Whether it’s love at first sight or an acquaintanceship that deepens over time – at the beginning of every relationship there’s that one point where it “clicks” between two people. The fact that this happens is due to our evolutionary history and is not just to do with obvious reasons such as visual attractiveness or common interests. Rather, nature has arranged that our choice of partner is also influenced by our microbiome, i.e. the entirety of the microorganisms that live on and in us.

The more different, the better

“Choosing a partner is not just about beauty, but about volatile substances, the body’s own odours, and these are produced by the microbiome. And the more the other person is differently populated here compared to ourselves, the more attractive we find that person,” explains Gabriele Berg, head of the Institute of Environmental Biotechnology at Graz University of Technology (TU Graz). Evolution has had a hand in this because the immune system has had to constantly adapt over the course of time and still has to do so in order to prepare itself against new pathogens and environmental influences. Offspring with the most diverse immune systems possible have the best chance of such an adaptation.

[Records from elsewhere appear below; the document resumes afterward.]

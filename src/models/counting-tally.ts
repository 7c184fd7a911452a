/**
 * Kinds of operations that tell a small device's time; sums, shifts and memory of the message itself are left out.
 *
 * Left out besides: what starts or ends a unit or a message (counts, resets, the end of a code string), the test of the loop over
 * a message's symbols, and, where tables are sent, what fitting, writing and reading them takes.
 */
export const OPERATIONS = ['multiplies', 'divides', 'tableReads', 'branches'] as const;

/** How often each operation ran; integers. A product or quotient by a power of two is a shift and not among them. */
export type Operations = Readonly<Record<(typeof OPERATIONS)[number], number>>;

/** What coding a sequence took at one end. */
export interface OperationCounts {
  readonly symbolCount: number;
  /** Over all symbols. */
  readonly total: Operations;
  /** Most that any one symbol took, for each operation by itself. */
  readonly worst: Operations;
}

type Counter = Record<(typeof OPERATIONS)[number], number>;

const none = (): Counter => ({ multiplies: 0, divides: 0, tableReads: 0, branches: 0 });

/** Counts the operations of one symbol after another: add to the public fields, then {@link close} the symbol. */
export class OperationTally {
  multiplies = 0;
  divides = 0;
  /** Elements read from the model's or the code's tables. */
  tableReads = 0;
  /** Conditions evaluated on data, tables or the coding interval, those of loops included. */
  branches = 0;
  #symbolCount = 0;
  // Totals and worst by kind, one field each: looked up by name they would take most of a counting pass.
  #multiplies = 0;
  #divides = 0;
  #tableReads = 0;
  #branches = 0;
  #worstMultiplies = 0;
  #worstDivides = 0;
  #worstTableReads = 0;
  #worstBranches = 0;

  /** Ends a symbol. */
  close(): void {
    this.#symbolCount++;
    this.#multiplies += this.multiplies;
    this.#divides += this.divides;
    this.#tableReads += this.tableReads;
    this.#branches += this.branches;
    if (this.multiplies > this.#worstMultiplies) this.#worstMultiplies = this.multiplies;
    if (this.divides > this.#worstDivides) this.#worstDivides = this.divides;
    if (this.tableReads > this.#worstTableReads) this.#worstTableReads = this.tableReads;
    if (this.branches > this.#worstBranches) this.#worstBranches = this.branches;
    this.multiplies = 0;
    this.divides = 0;
    this.tableReads = 0;
    this.branches = 0;
  }

  /** The counts of all symbols closed so far. */
  counts(): OperationCounts {
    return {
      symbolCount: this.#symbolCount,
      total: {
        multiplies: this.#multiplies,
        divides: this.#divides,
        tableReads: this.#tableReads,
        branches: this.#branches,
      },
      worst: {
        multiplies: this.#worstMultiplies,
        divides: this.#worstDivides,
        tableReads: this.#worstTableReads,
        branches: this.#worstBranches,
      },
    };
  }
}

function combine(
  a: OperationCounts,
  b: OperationCounts,
  worstOf: (a: number, b: number) => number,
): Pick<OperationCounts, 'total' | 'worst'> {
  const total = none();
  const worst = none();
  for (const kind of OPERATIONS) {
    total[kind] = a.total[kind] + b.total[kind];
    worst[kind] = worstOf(a.worst[kind], b.worst[kind]);
  }
  return { total, worst };
}

/** Counts over several sequences together. */
export function addCounts(a: OperationCounts, b: OperationCounts): OperationCounts {
  return { symbolCount: a.symbolCount + b.symbolCount, ...combine(a, b, Math.max) };
}

/**
 * Counts over the same symbols, which go through `a` and through `b`. The worst are added: a bound, which no symbol
 * need reach.
 */
export function addSteps(a: OperationCounts, b: OperationCounts): OperationCounts {
  return { symbolCount: a.symbolCount, ...combine(a, b, (first, second) => first + second) };
}

/** `symbolCount` symbols that each take `each`. */
export function evenCounts(symbolCount: number, each: Partial<Operations>): OperationCounts {
  const total = none();
  const worst = none();
  for (const kind of OPERATIONS) {
    total[kind] = symbolCount * (each[kind] ?? 0);
    if (symbolCount > 0) worst[kind] = each[kind] ?? 0;
  }
  return { symbolCount, total, worst };
}
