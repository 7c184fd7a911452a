import { BugError } from '../errors/errors.ts';
import type { SymbolArray } from '../symbols/sequence.ts';
import type { Coded, Coder, Encoder, Setup } from './contract.ts';
import { refuseUnit, SymbolEnds, UnitGatherer } from './fill-units.ts';

/**
 * `coder` with encoders that fill messages: under `fill`, as many whole units as fit into the budget, one message after
 * another. Every candidate is wrapped so.
 *
 * A message is the longest before the first unit that does not fit: no message of fewer of these units overflows. Where a
 * message never becomes shorter by another unit, that is the most there can be.
 */
export function filling(coder: Coder): Coder {
  return {
    ...coder,
    encoder(setup) {
      if (setup.fill === undefined) return coder.encoder(setup);
      if (setup.reset !== 'message') {
        throw new BugError('messages cannot be filled where they do not decode alone', {
          coder: coder.declares.name,
          got: `reset ${setup.reset}`,
        });
      }
      return coder.filler?.(setup) ?? new TryingFiller(coder, setup);
    },
  };
}

/** Lengths of one message that are tried together at most. */
const MOST_TOGETHER = 64;

/**
 * Fills messages of any coder by coding them at several lengths. A message has the same bits alone as among others, so
 * each length is tried in a new encoder; what is kept goes to one encoder for all.
 *
 * Cost: 2 to about 6 codings of each message where sizes grow steadily; else one for each unit of it, each of all units before.
 */
export class TryingFiller implements Encoder {
  readonly #coder: Coder;
  readonly #setup: Setup;
  readonly #budgetBits: number;
  readonly #steady: boolean;
  readonly #encoder: Encoder;
  readonly #symbolEnds = new SymbolEnds();
  readonly #units: UnitGatherer;
  /** Units of the message before: the first guess. */
  #lastUnits = 1;

  /** @param setup  with `fill` */
  constructor(coder: Coder, setup: Setup) {
    const { fill, ...plain } = setup;
    this.#coder = coder;
    this.#setup = plain;
    this.#budgetBits = fill!.bytes * 8;
    this.#steady = coder.growsSteadily?.(plain) ?? false;
    this.#encoder = coder.encoder(plain);
    this.#units = new UnitGatherer((symbols, ends, last) => this.#code(symbols, ends, last));
  }

  push(chunk: Parameters<Encoder['push']>[0]): void {
    this.#units.push(chunk);
  }

  finish(): Coded {
    this.#units.finish();
    return { ...this.#encoder.finish(), symbolEnds: this.#symbolEnds.finish() };
  }

  #code(symbols: SymbolArray, unitEnds: Uint32Array, last: boolean): number {
    const messageEnds: number[] = [];
    let unit = 0;
    let from = 0;
    while (unit < unitEnds.length) {
      const bits = (units: readonly number[]) =>
        this.#bitsOf(
          symbols,
          from,
          units.map((count) => unitEnds[unit + count - 1]),
        );
      const available = unitEnds.length - unit;
      const units = this.#steady
        ? this.#mostBySteps(available, bits)
        : this.#mostInTurn(available, bits);
      if (units === available && !last) break;
      if (units === 0) {
        refuseUnit(this.#units.unitsDone + unit, bits([1])[0], this.#budgetBits);
      }
      this.#lastUnits = units;
      unit += units;
      from = unitEnds[unit - 1];
      messageEnds.push(from);
      this.#symbolEnds.add(this.#units.symbolsDone + from);
    }
    if (messageEnds.length > 0) {
      this.#encoder.push({
        alphabetSize: this.#setup.alphabetSize,
        symbols: symbols.subarray(0, from),
        messageEnds: Uint32Array.from(messageEnds),
      });
    }
    return unit;
  }

  /** Carried bits of the message from `from` to each of `ends`, each coded alone. */
  #bitsOf(symbols: SymbolArray, from: number, ends: readonly number[]): Float64Array {
    const { alphabetSize } = this.#setup;
    const encoder = this.#coder.encoder(this.#setup);
    for (const end of ends) {
      encoder.push({
        alphabetSize,
        symbols: symbols.subarray(from, end),
        messageEnds: Uint32Array.of(end - from),
      });
    }
    const { messageEndsBits } = encoder.finish();
    return messageEndsBits.map((end, i) => end - (i === 0 ? 0 : messageEndsBits[i - 1]));
  }

  /** Most units that fit: steps that double from the last message's number, then halving. */
  #mostBySteps(available: number, bits: (units: readonly number[]) => Float64Array): number {
    let fitting = 0;
    let over = available + 1;
    let probe = Math.min(this.#lastUnits, available);
    let step = 1;
    while (over - fitting > 1) {
      if (bits([probe])[0] <= this.#budgetBits) fitting = probe;
      else over = probe;
      if (over > available) probe = fitting + step;
      else if (fitting === 0) probe = over - step;
      else probe = (fitting + over) >>> 1;
      probe = Math.max(fitting + 1, Math.min(over - 1, probe));
      step *= 2;
    }
    return fitting;
  }

  /** Units before the first that does not fit, every number tried. */
  #mostInTurn(available: number, bits: (units: readonly number[]) => Float64Array): number {
    let fitting = 0;
    let together = Math.min(MOST_TOGETHER, this.#lastUnits + 1);
    while (fitting < available) {
      const count = Math.min(together, available - fitting);
      const sizes = bits(Array.from({ length: count }, (_, i) => fitting + 1 + i));
      const over = sizes.findIndex((size) => size > this.#budgetBits);
      if (over >= 0) return fitting + over;
      fitting += count;
      together = Math.min(MOST_TOGETHER, 1 + (fitting >>> 2));
    }
    return fitting;
  }
}
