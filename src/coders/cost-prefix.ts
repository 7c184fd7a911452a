import { OperationTally } from '../models/counting-tally.ts';
import { ABSENT } from '../stages/code-lengths.ts';
import { CountingPrefix } from '../stages/counting-prefix.ts';
import type { PrefixTable } from '../stages/prefix-table.ts';
import type { SymbolSequence } from '../symbols/sequence.ts';
import type { Lengths } from './contract.ts';
import {
  type BothEnds,
  type CodeEstimate,
  type EndCost,
  type EndOperations,
  integerBytes,
} from './cost.ts';
import { MEASURED, measuredCosts } from './cost-measured.ts';

/** Look up, shift in, flush whole bytes; look, walk lengths, shift out, refill. */
export const PREFIX_CODE: BothEnds<CodeEstimate> = {
  encoder: { statements: 12, nestedCalls: 1 },
  decoder: { statements: 16, nestedCalls: 1 },
};

/** A 32-bit accumulator or window, its bit count and a position of 4 bytes. */
export const PREFIX_STATE_BYTES = 9;

/** Bytes of the coded text that a decoder looks at to find a word. */
export const PREFIX_WINDOW_BYTES = 4;

/** Shortest and longest word of a table in bits; 0, 0 for a lone symbol. */
function extentOf({ lengths, count }: CountedWords): { shortest: number; longest: number } {
  let shortest = ABSENT;
  let longest = 0;
  for (let i = 0; i < count; i++) {
    shortest = Math.min(shortest, lengths[i]);
    longest = Math.max(longest, lengths[i]);
  }
  return { shortest: count === 0 ? 0 : shortest, longest };
}

/**
 * Bytes of a canonical code's tables at either end.
 *
 * Encoder, for each word: its length (1 byte) and the word. Decoder, for each length from the shortest to the longest:
 * first word, number of words, place of the first in the list; then the list, in canonical order, of what the words stand for.
 * @param greatestEntry  largest value in that list
 */
export function prefixTableBytes(table: PrefixTable, greatestEntry: number): BothEnds<number> {
  const { count } = table;
  const { shortest, longest } = extentOf(table);
  if (longest === 0) return { encoder: count, decoder: count * integerBytes(greatestEntry) };
  const wordBytes = integerBytes(2 ** longest - 1);
  const slotBytes = wordBytes + integerBytes(count) + integerBytes(count - 1);
  return {
    encoder: count * (1 + wordBytes),
    decoder: (longest - shortest + 1) * slotBytes + count * integerBytes(greatestEntry),
  };
}

/** Costs of a coder that has one word for each of `alphabetSize` symbols, both ends with shipped tables. */
export function prefixCosts(
  table: PrefixTable,
  alphabetSize: number,
  lengths: Lengths,
): BothEnds<EndCost> {
  return measuredCosts(MEASURED.huffman, lengths, prefixTableBytes(table, alphabetSize - 1));
}

/** What is counted of a table: words and what they stand for. */
export type CountedWords = Pick<PrefixTable, 'symbols' | 'lengths' | 'count'>;

/** Counts words of a table; see CountingPrefix. */
export function countingPrefix(
  table: CountedWords,
  alphabetSize: number,
  encoder: OperationTally,
  decoder: OperationTally,
): CountingPrefix {
  const lengths = new Uint8Array(alphabetSize).fill(ABSENT);
  for (let i = 0; i < table.count; i++) lengths[table.symbols[i]] = table.lengths[i];
  return new CountingPrefix(lengths, extentOf(table).shortest, encoder, decoder);
}

/** Counts the words of a sequence. */
export function prefixOperations(table: PrefixTable, sequence: SymbolSequence): EndOperations {
  const encoder = new OperationTally();
  const decoder = new OperationTally();
  const counting = countingPrefix(table, sequence.alphabetSize, encoder, decoder);
  counting.code(sequence.symbols, 0, sequence.symbols.length);
  return { encoder: encoder.counts(), decoder: decoder.counts() };
}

“From an evolutionary perspective, it therefore makes sense to reproduce with someone who has a completely different immune system to yourself,” says Berg. As the composition of the microbiome is strongly driven by the immune system, the circle that began with the microbiome-related choice of partner is then completed in the offspring.

We are slowing down nature ourselves

Incidentally, the fact that this natural mechanism of falling in love doesn’t always work is down to us humans ourselves. We are all too happy to cover up our own fragrances with perfumes or deodorants, and changes in hormone levels caused by medication, such as contraceptive pills, also influence the body’s own “magnetism”. “There are many studies that show this. Of course, it has to be said that other factors also play a role in the end.”

The influence of other factors affects the long-term prospects of a relationship even more. Just because nature brings two people together who could produce offspring with the most diverse immune system possible, does not mean that they will participate in a long and happy love affair. “Evolution is so selfish in this case that it only brings people together because of the good reproductive prospects, even if these people may not have so many interests in common. For a long-term partnership, some would probably prefer to look for different partners,” says Gabriele Berg.